Stereo views of both structures and the protein–DNA contacts are shown in Figure 2A and B, and a superposition of the EcR–USP/IR‐1 and EcR–RXR/IR‐1 complexes is shown in Figure 2C. Overall, the EcR–USP and the EcR–RXR complexes show an r.m.s.d. of 0.67 Å, when calculated over the entire DNA and all their Cα atoms. A side‐by‐side comparison of these two complexes indicates that the subunit arrangements, the protein–protein interactions that stabilize the heterodimer, and the protein–DNA interactions that stabilize each subunit on its respective half‐site are generally well preserved in these two structures (Figures 2A and B, and 3A–C).
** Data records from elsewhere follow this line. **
impl ToneAnalyzer {
    /// A new analyser; buffers grow to the largest record seen and are then reused.
    pub fn new() -> Self {
        ToneAnalyzer {
            planner: RealFftPlanner::new(),
            plan: None,
            win4: Arc::new(Vec::new()),
            win7: Arc::new(Vec::new()),
            x: Vec::new(),
            buf: Vec::new(),
            spec: Vec::new(),
            scratch: Vec::new(),
            power: Vec::new(),
            resid: Vec::new(),
        }
    }

    fn prepare(&mut self, n: usize) -> Arc<dyn RealToComplex<f64>> {
        if let Some((len, plan)) = &self.plan {
            if *len == n {
                return Arc::clone(plan);
            }
        }
        let plan = self.planner.plan_fft_forward(n);
        self.win4 = window::shared(Window::BlackmanHarris4, n);
        self.win7 = window::shared(Window::BlackmanHarris7, n);
        self.buf.resize(n, 0.0);
        self.spec = plan.make_output_vec();
        self.scratch = plan.make_scratch_vec();
        self.power.resize(n / 2 + 1, 0.0);
        self.plan = Some((n, Arc::clone(&plan)));
        plan
    }

    /// One-sided power spectrum of `src` under the 4-term window into `self.power`, calibrated so
    /// that the sum over bins estimates mean power.
    fn power_spectrum(&mut self, plan: &Arc<dyn RealToComplex<f64>>, src: &[f64]) -> bool {
        let n = src.len();
        for ((b, &v), &w) in self.buf.iter_mut().zip(src).zip(self.win4.iter()) {
            *b = v * w;
        }
        if plan
            .process_with_scratch(&mut self.buf, &mut self.spec, &mut self.scratch)
            .is_err()
        {
            return false;
        }
        let s2: f64 = self.win4.iter().map(|w| w * w).sum();
        let norm = 2.0 / (n as f64 * s2);
        for (p, c) in self.power.iter_mut().zip(&self.spec) {
            *p = c.norm_sqr() * norm;
        }
        // DC and Nyquist bins are not doubled.
        self.power[0] *= 0.5;
        if n % 2 == 0 {
            let last = self.power.len() - 1;
            self.power[last] *= 0.5;
        }
        true
    }

    /// Analyse `samples` (one channel, full scale = 1) taken at `sample_rate`.
    pub fn analyze(
        &mut self,
        samples: &[f32],
        sample_rate: f64,
        settings: &ToneSettings,
    ) -> Option<ToneReport> {
        // An even record length keeps the real FFT simple.
        let n = samples.len() & !1;
        if n < 256 || sample_rate.is_nan() || sample_rate <= 0.0 {
            return None;
        }
        let samples = &samples[..n];
        self.x.clear();
        self.x.extend(samples.iter().map(|&v| v as f64));
        if self.x.iter().any(|v| !v.is_finite()) {
            return None;
        }
        let mean = self.x.iter().sum::<f64>() / n as f64;
        let ac_power = self.x.iter().map(|v| (v - mean) * (v - mean)).sum::<f64>() / n as f64;
        if ac_power <= 0.0 {
            return None;
        }
        let plan = self.prepare(n);
        // The mean-removed record, in the residual's scratch buffer (overwritten below).
        let mut centred = std::mem::take(&mut self.resid);
        centred.clear();
        centred.extend(self.x.iter().map(|v| v - mean));
        let ok = self.power_spectrum(&plan, &centred);
        self.resid = centred;
        if !ok {
            return None;
        }
        let df = sample_rate / n as f64;
        let nyquist = sample_rate / 2.0;
        let lobe4 = Window::BlackmanHarris4.main_lobe_half_width();
        let lobe7 = Window::BlackmanHarris7.main_lobe_half_width();

        // Search range: at least 8 cycles in the record, inside the band and clear of Nyquist.
        let (lo_hz, hi_hz) = match settings.fundamental_hz {
            Some(f) => (f * 0.98, f * 1.02),
            None => (
                settings.band_low_hz * 0.5,
                settings.band_high_hz.min(nyquist),
            ),
        };
        let k_lo = ((lo_hz / df).floor() as usize).max(8);
        let k_hi = ((hi_hz / df).ceil() as usize).min(self.power.len().saturating_sub(lobe7 + 2));
        if k_lo + 2 > k_hi {
            return None;
        }
        let kp = (k_lo..=k_hi).max_by(|&a, &b| self.power[a].total_cmp(&self.power[b]))?;

        // Is it a tone?
        let lobe_power: f64 = self.power[kp - lobe4..=kp + lobe4].iter().sum();
        if lobe_power < settings.min_tone_fraction * ac_power {
            return None;
        }
        let reach = 64usize;
        let mut neighbours: Vec<f64> = (kp.saturating_sub(reach)
            ..(kp + reach).min(self.power.len()))
            .filter(|&k| k.abs_diff(kp) > lobe4 + 1 && k > 0)
            .map(|k| self.power[k])
            .collect();
        let local = median(&mut neighbours).unwrap_or(0.0);
        if local > 0.0 && 10.0 * (self.power[kp] / local).log10() < settings.min_prominence_db {
            return None;
        }

        // Interpolated peak (parabola through log power), then the four-parameter fit.
        let (a, b, c) = (
            self.power[kp - 1].max(1e-300).ln(),
            self.power[kp].max(1e-300).ln(),
            self.power[kp + 1].max(1e-300).ln(),
        );
        let denom = a - 2.0 * b + c;
        let delta = if denom.abs() > 0.0 {
            (0.5 * (a - c) / denom).clamp(-0.5, 0.5)
        } else {
            0.0
        };
        let f_coarse = (kp as f64 + delta) * df;
        let omega0 = 2.0 * PI * f_coarse / sample_rate;
        let fit = fit4(&self.x, omega0, 2.0 * PI * 2.0 * df / sample_rate)?;
        let f0 = fit.omega * sample_rate / (2.0 * PI);
        if f0 * n as f64 / sample_rate < 8.0 {
            return None;
        }

        // Residual: everything but the fitted fundamental and DC.
        let mut resid = std::mem::take(&mut self.resid);
        fit.residual_into(&self.x, &mut resid);
        let nad_power = resid.iter().map(|v| v * v).sum::<f64>() / n as f64;
        let fund_power = fit.amplitude().powi(2) / 2.0;

        // In-band residual power and the noise floor from its spectrum.
        let ok = self.power_spectrum(&plan, &resid);
        self.resid = resid;
        if !ok {
            return None;
        }
        let band_lo = settings.band_low_hz.max(0.0);
        let band_hi = settings.band_high_hz.min(nyquist);
        let in_band = |k: usize| {
            let f = k as f64 * df;
            f >= band_lo && f <= band_hi
        };
        let band_power: f64 = (0..self.power.len())
            .filter(|&k| in_band(k))
            .map(|k| self.power[k])
            .sum();
        let thd_n_ratio = (band_power / (fund_power + band_power)).sqrt();

        // Harmonics: single-frequency DFT under the 7-term window.
        let max_freq = band_hi.min(nyquist - (lobe7 as f64 + 1.0) * df);
        let w7_sum: f64 = self.win7.iter().sum();
        let orders: Vec<usize> = (1..=settings.max_order)
            .take_while(|&k| k == 1 || f0 * k as f64 <= max_freq)
            .collect();
        let proj = self.project(&fit, &orders);
        let x1 = proj[0];
        let a1 = 2.0 * x1.norm() / w7_sum;
        let theta1 = x1.arg() + PI / 2.0;
        let mut harmonics = Vec::new();
        for (&k, xk) in orders.iter().zip(&proj).skip(1) {
            let fk = f0 * k as f64;
            let ak = 2.0 * xk.norm() / w7_sum;
            let thetak = xk.arg() + PI / 2.0;
            harmonics.push(Harmonic {
                order: k,
                freq_hz: fk,
                amplitude: ak,
                level_dbc: (ak > 0.0 && a1 > 0.0).then(|| 20.0 * (ak / a1).log10()),
                phase_deg: wrap_deg((thetak - k as f64 * theta1).to_degrees()),
                resolved: false,
            });
        }

        // Noise floor: median residual power per bin away from harmonics, per Hz, times the
        // 7-term window's noise bandwidth; the median of a χ²₂ bin is ln 2 times its mean.
        let guard = lobe4 + 2;
        let mut floor_bins: Vec<f64> = (1..self.power.len())
            .filter(|&k| in_band(k))
            .filter(|&k| {
                let f = k as f64 * df;
                let nearest = (f / f0).round().max(1.0);
                ((f - nearest * f0).abs() / df) > guard as f64
            })
            .map(|k| self.power[k])
            .collect();
        // Below −180 dBc nothing is measurable in f64 arithmetic on f32 samples: that is the
        // floor when the record is noiseless (synthetic or exactly periodic signals).
        let numeric_floor = (a1 * 1e-9).powi(2) / 2.0;
        let noise_floor = median(&mut floor_bins).map(|m| {
            let enbw7 = 2.6319;
            (m / std::f64::consts::LN_2 * enbw7).max(numeric_floor)
        });
        // Per-bin power is in units of mean power per bin; a sine of amplitude A has A²/2.
        let noise_floor_dbc = noise_floor
            .filter(|p| *p > 0.0)
            .map(|p| 10.0 * (p / (a1 * a1 / 2.0)).log10());
        let margin = 10f64.powf(settings.resolve_margin_db / 10.0);
        for h in &mut harmonics {
            h.resolved = match noise_floor {
                Some(p) => h.amplitude * h.amplitude / 2.0 > p * margin,
                None => true,
            };
        }

        let sum_sq = |pred: &dyn Fn(usize) -> bool| -> f64 {
            harmonics
                .iter()
                .filter(|h| pred(h.order))
                .map(|h| h.amplitude * h.amplitude)
                .sum()
        };
        let all = sum_sq(&|_| true);
        let even = sum_sq(&|k| k % 2 == 0);
        let odd = sum_sq(&|k| k % 2 == 1);
        let thd_ratio = (!harmonics.is_empty()).then(|| all.sqrt() / a1);
        // With no harmonic above the floor there is no distortion to characterise.
        let any_resolved = harmonics.iter().any(|h| h.resolved);
        let odd_even_db =
            (any_resolved && even > 0.0 && odd > 0.0).then(|| 10.0 * (even / odd).log10());

        // Fall-off follows the dominant family: odd orders only when the even ones are more
        // than 20 dB down (symmetric curves), even orders only in the opposite case, else all.
        let family = |k: usize| match odd_even_db {
            Some(b) if b < -FAMILY_MARGIN_DB => k % 2 == 1,
            Some(b) if b > FAMILY_MARGIN_DB => k % 2 == 0,
            _ => true,
        };
        let pts: Vec<(f64, f64)> = harmonics
            .iter()
            .filter(|h| h.resolved && family(h.order))
            .filter_map(|h| h.level_dbc.map(|l| ((h.order as f64).log2(), l)))
            .collect();
        let falloff_db_per_octave = (pts.len() >= 2).then(|| {
            let m = pts.len() as f64;
            let sx: f64 = pts.iter().map(|p| p.0).sum();
            let sy: f64 = pts.iter().map(|p| p.1).sum();
            let sxx: f64 = pts.iter().map(|p| p.0 * p.0).sum();
            let sxy: f64 = pts.iter().map(|p| p.0 * p.1).sum();
            (m * sxy - sx * sy) / (m * sxx - sx * sx)
        });

        let sinad_db = 10.0 * (fund_power / nad_power).log10();
        let enob_bits = (2.0 / (nad_power.sqrt() * 12f64.sqrt())).log2();
        Some(ToneReport {
            fundamental_hz: f0,
            fundamental_amplitude: fit.amplitude(),
            thd_ratio,
            thd_n_ratio,
            sinad_db,
            enob_bits,
            odd_even_db,
            falloff_db_per_octave,
            noise_floor_dbc,
            harmonics,
            samples: n,
        })
    }

    /// Windowed single-frequency DFTs of the record at `k·ω` for each order, time centred on the
    /// record. Four orders share each pass over the data so their rotating phasors advance side by
    /// side (the rotation is a dependency chain; four of them keep the core busy).
    fn project(&self, fit: &SineFit, orders: &[usize]) -> Vec<Complex<f64>> {
        const GROUP: usize = 4;
        let n = self.x.len();
        let centre = (n as f64 - 1.0) / 2.0;
        let mut out = Vec::with_capacity(orders.len());
        for group in orders.chunks(GROUP) {
            let mut w = [0.0f64; GROUP];
            for (wk, &k) in w.iter_mut().zip(group) {
                *wk = fit.omega * k as f64;
            }
            let step: [Complex<f64>; GROUP] =
                std::array::from_fn(|g| Complex::from_polar(1.0, -w[g]));
            let mut acc = [Complex::new(0.0, 0.0); GROUP];
            let mut z = [Complex::new(0.0, 0.0); GROUP];
            for (i, (&x, &win)) in self.x.iter().zip(self.win7.iter()).enumerate() {
                // Re-anchor the phasors exactly every 1024 samples to stop error build-up.
                if i % 1024 == 0 {
                    for g in 0..GROUP {
                        z[g] = Complex::from_polar(1.0, -w[g] * (i as f64 - centre));
                    }
                }
                let xw = x * win;
                for g in 0..GROUP {
                    acc[g] += z[g] * xw;
                    z[g] *= step[g];
                }
            }
            out.extend_from_slice(&acc[..group.len()]);
        }
        out
    }
}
Furthermore, the EcRE DNA structure in both complexes conforms to B‐DNA geometry, lacking significant distortions, except at the spacer where there is similar minor groove narrowing in both structures (see Figure 4C).

Figure 2.

Overview of the heterodimeric protein complexes on DNA. Stereo views of (A) the EcR–USP/IR‐1 and (B) the EcR–RXR/IR‐1 complex. Shown are side chains involved in direct base or phosphate contacts or in zinc coordination. The residue numbers and the base pair numbers are the same as those used in Figure 1. The two 5′‐AGGTCA‐3′ half‐sites are in lilac, the spacer is in gold, and the flanking base pairs are in gray. (C) Superposition of the EcR–USP/IR‐1 and EcR–RXR/IR‐1 complexes. Shown are USP (red) and EcR (dark blue) DBDs bound to their IR‐1 (green), as well as RXR (gold) and EcR (light blue) bound to their IR‐1 (gray). The central base pair that acts as a spacer is in magenta, and the zinc ions are in green. Arrows indicate the relative orientation of the two half‐sites.

Figure 3.

Stereo views of the recognition α‐helices and their contacts to DNA. Shown are interactions with the major grooves for (A) EcR (blue), (B) USP (red), (C) RXR (gold) with a composite omit electron density map (2FoFc) shown for the side chains and the DNA base pairs, and (D) RXR from the RAR–RXR/DR‐1 complex (yellow). In all the cases, the side chains that make direct or water‐mediated contacts to the bases are shown in green, the water molecules that mediate the contacts between the protein and DNA are yellow/magenta spheres, and hydrogen bonds are shown as dotted lines. The orientation of the half‐site is indicated by arrows.

Figure 4.Figure 4.
Figure 4.

The subunit interactions and role of DNA minor groove in dimerization. (A) Stereo view of the dimerization contacts between USP (red) and EcR (blue). (B) Stereo view of the dimerization contacts between RXR (gold) and EcR (blue). The side chains of the residues that make the dimer contacts are shown together with dotted surfaces indicating van der Waals complementary surfaces and dotted lines indicating hydrogen bonds. Also shown are the backbone DNA in green, the base pairs in gray and the spacer base pair in gold. The N‐ and C‐termini of the two monomers are labeled, and the zincs are indicated by green spheres. (C) The minor groove width of the response element as a function of IR‐1 sequence. The red and orange lines correspond to the EcR–USP and EcR–RXR DNAs, respectively. Both structures show a sharp minimum in the width at the spacer, the location in which interaction between the two proteins is supported. The minor groove width values were derived from the program CURVES (Lavery and Sklenar, 1988), which records the inter‐phosphate distances after generating a smoothed curve through the phosphate atoms. (D) Stereo view of the electron density at the minor groove. Also shown are the contacts made by EcR to the phosphate backbone of the DNA together with the associated water molecules (W) located in the spine of hydration along the minor groove.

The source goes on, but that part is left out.